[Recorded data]
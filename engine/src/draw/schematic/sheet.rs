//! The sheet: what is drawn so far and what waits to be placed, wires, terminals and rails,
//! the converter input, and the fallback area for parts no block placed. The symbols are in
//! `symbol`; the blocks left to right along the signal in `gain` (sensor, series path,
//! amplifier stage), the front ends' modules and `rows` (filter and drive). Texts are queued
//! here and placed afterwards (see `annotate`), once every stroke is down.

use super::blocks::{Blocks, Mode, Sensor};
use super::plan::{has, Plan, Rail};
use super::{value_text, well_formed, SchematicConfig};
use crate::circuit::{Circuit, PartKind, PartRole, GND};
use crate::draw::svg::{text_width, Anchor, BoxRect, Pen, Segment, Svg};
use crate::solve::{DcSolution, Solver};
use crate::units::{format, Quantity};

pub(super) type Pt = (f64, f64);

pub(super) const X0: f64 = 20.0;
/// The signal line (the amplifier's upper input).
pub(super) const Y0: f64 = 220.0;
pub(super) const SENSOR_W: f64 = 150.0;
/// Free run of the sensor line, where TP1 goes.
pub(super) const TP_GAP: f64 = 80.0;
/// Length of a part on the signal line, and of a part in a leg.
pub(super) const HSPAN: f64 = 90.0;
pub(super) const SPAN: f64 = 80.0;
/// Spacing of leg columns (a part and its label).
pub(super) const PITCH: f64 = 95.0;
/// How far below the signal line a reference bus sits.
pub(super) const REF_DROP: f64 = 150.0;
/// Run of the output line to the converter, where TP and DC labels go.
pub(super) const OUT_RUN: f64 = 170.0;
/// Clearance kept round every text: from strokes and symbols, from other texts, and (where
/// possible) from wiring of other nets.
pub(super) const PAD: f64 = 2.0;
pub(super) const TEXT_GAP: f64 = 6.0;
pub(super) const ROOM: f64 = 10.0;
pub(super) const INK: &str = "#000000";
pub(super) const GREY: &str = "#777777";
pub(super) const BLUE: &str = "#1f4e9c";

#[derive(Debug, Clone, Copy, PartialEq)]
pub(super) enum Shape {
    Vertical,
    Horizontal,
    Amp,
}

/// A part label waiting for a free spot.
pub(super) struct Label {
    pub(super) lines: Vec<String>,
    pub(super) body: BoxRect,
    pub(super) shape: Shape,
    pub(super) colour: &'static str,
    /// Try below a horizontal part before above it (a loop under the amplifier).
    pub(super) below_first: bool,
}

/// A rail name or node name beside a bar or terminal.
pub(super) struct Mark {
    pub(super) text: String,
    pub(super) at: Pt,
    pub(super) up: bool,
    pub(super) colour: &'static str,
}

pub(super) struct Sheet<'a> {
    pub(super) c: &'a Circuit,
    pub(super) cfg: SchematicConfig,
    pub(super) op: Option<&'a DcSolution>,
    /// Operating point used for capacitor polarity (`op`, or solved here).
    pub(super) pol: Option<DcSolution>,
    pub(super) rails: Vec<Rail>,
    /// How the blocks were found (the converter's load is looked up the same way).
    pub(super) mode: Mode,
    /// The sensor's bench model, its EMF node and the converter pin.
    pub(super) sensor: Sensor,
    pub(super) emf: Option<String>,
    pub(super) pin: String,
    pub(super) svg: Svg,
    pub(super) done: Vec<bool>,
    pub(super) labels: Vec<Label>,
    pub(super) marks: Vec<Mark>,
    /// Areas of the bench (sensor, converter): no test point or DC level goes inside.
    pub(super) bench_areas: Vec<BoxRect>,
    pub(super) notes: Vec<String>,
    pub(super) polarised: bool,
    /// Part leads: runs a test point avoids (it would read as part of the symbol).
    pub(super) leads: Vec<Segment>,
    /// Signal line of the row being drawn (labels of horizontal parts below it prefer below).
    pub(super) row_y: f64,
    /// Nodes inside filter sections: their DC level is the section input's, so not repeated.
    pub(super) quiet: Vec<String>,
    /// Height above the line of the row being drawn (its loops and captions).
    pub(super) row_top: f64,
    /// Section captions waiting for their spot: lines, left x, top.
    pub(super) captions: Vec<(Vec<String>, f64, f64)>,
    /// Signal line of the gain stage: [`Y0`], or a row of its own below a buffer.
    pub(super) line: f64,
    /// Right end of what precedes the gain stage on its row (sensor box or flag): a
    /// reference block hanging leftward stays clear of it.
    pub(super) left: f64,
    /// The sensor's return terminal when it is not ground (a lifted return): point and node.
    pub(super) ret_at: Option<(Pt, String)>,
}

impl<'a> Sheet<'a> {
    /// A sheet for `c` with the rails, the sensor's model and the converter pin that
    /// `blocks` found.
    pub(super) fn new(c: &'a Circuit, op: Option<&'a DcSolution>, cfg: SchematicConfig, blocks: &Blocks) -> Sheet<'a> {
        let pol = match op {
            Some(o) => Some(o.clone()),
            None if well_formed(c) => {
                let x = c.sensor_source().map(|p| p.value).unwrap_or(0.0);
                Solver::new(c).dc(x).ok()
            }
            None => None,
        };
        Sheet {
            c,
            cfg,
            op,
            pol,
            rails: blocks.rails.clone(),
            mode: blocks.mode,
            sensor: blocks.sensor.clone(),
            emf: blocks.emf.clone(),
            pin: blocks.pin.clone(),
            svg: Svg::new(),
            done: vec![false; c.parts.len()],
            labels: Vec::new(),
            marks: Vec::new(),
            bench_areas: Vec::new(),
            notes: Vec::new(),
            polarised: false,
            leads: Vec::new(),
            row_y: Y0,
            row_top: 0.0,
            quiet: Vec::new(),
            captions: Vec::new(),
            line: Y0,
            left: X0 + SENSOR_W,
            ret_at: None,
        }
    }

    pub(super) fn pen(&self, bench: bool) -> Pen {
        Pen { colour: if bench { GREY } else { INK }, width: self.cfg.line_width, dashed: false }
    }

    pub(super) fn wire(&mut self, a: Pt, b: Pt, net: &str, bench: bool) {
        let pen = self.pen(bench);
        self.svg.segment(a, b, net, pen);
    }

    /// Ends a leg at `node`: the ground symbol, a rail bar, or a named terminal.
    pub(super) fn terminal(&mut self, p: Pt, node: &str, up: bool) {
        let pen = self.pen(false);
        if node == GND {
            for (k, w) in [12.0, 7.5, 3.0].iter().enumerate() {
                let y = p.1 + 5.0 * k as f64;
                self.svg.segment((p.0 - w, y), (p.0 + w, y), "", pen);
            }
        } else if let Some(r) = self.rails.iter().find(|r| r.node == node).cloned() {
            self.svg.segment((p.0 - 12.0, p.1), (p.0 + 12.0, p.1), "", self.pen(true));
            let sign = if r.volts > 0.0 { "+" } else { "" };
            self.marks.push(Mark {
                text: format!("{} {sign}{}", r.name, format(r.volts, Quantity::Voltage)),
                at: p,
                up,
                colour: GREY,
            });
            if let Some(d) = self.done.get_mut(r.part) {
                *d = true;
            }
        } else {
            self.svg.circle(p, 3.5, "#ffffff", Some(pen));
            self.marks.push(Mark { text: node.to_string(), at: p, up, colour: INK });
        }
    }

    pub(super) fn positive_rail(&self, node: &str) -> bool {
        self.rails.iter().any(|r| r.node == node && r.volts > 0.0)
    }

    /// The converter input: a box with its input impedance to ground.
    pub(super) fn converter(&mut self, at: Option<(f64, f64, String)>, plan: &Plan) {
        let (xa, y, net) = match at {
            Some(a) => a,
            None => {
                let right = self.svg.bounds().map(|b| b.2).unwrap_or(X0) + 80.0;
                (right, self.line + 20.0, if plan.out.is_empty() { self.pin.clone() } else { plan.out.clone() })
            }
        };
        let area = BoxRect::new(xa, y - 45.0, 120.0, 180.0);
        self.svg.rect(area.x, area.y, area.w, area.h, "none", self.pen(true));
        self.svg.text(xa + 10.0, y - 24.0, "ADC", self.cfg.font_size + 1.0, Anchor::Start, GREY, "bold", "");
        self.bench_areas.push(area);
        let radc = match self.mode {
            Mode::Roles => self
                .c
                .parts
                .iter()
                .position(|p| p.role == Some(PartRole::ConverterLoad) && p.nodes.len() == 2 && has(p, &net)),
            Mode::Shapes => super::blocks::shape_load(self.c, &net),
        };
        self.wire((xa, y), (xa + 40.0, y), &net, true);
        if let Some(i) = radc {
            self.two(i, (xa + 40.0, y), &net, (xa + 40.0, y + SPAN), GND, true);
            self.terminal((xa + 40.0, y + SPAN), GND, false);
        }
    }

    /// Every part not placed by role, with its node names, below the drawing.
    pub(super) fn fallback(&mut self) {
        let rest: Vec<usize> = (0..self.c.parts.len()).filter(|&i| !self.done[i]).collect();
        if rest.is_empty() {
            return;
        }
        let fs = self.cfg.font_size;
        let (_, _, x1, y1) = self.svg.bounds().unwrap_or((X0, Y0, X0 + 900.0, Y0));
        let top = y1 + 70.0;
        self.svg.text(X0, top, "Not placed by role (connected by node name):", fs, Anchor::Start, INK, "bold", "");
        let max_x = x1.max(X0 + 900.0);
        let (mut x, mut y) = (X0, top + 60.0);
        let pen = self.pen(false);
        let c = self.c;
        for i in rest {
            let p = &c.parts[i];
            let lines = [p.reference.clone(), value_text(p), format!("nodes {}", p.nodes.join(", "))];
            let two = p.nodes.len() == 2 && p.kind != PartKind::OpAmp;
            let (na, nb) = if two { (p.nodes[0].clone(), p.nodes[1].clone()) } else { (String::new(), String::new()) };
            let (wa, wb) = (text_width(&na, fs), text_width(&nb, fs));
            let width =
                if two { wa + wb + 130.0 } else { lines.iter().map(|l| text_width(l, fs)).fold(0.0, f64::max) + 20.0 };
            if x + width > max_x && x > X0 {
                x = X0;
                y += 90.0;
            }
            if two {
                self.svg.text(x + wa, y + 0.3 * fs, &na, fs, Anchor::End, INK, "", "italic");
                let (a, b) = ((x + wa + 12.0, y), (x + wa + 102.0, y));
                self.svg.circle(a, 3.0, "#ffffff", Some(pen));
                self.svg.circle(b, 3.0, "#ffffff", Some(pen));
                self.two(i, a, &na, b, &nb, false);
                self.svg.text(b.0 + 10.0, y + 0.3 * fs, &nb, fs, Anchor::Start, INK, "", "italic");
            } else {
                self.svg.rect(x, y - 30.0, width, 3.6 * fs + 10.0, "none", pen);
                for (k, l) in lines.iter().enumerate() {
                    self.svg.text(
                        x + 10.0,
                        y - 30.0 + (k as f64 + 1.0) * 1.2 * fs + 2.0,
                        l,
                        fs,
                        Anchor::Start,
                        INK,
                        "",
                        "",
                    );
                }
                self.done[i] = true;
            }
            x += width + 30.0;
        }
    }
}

- Work task -
Of the lines above, extract only those from the line with "for (k, w) in" to the line with "let sign = if", both included, exactly as written.

- Reply to the exercise -
            for (k, w) in [12.0, 7.5, 3.0].iter().enumerate() {
                let y = p.1 + 5.0 * k as f64;
                self.svg.segment((p.0 - w, y), (p.0 + w, y), "", pen);
            }
        } else if let Some(r) = self.rails.iter().find(|r| r.node == node).cloned() {
            self.svg.segment((p.0 - 12.0, p.1), (p.0 + 12.0, p.1), "", self.pen(true));
            let sign = if r.volts > 0.0 { "+" } else { "" };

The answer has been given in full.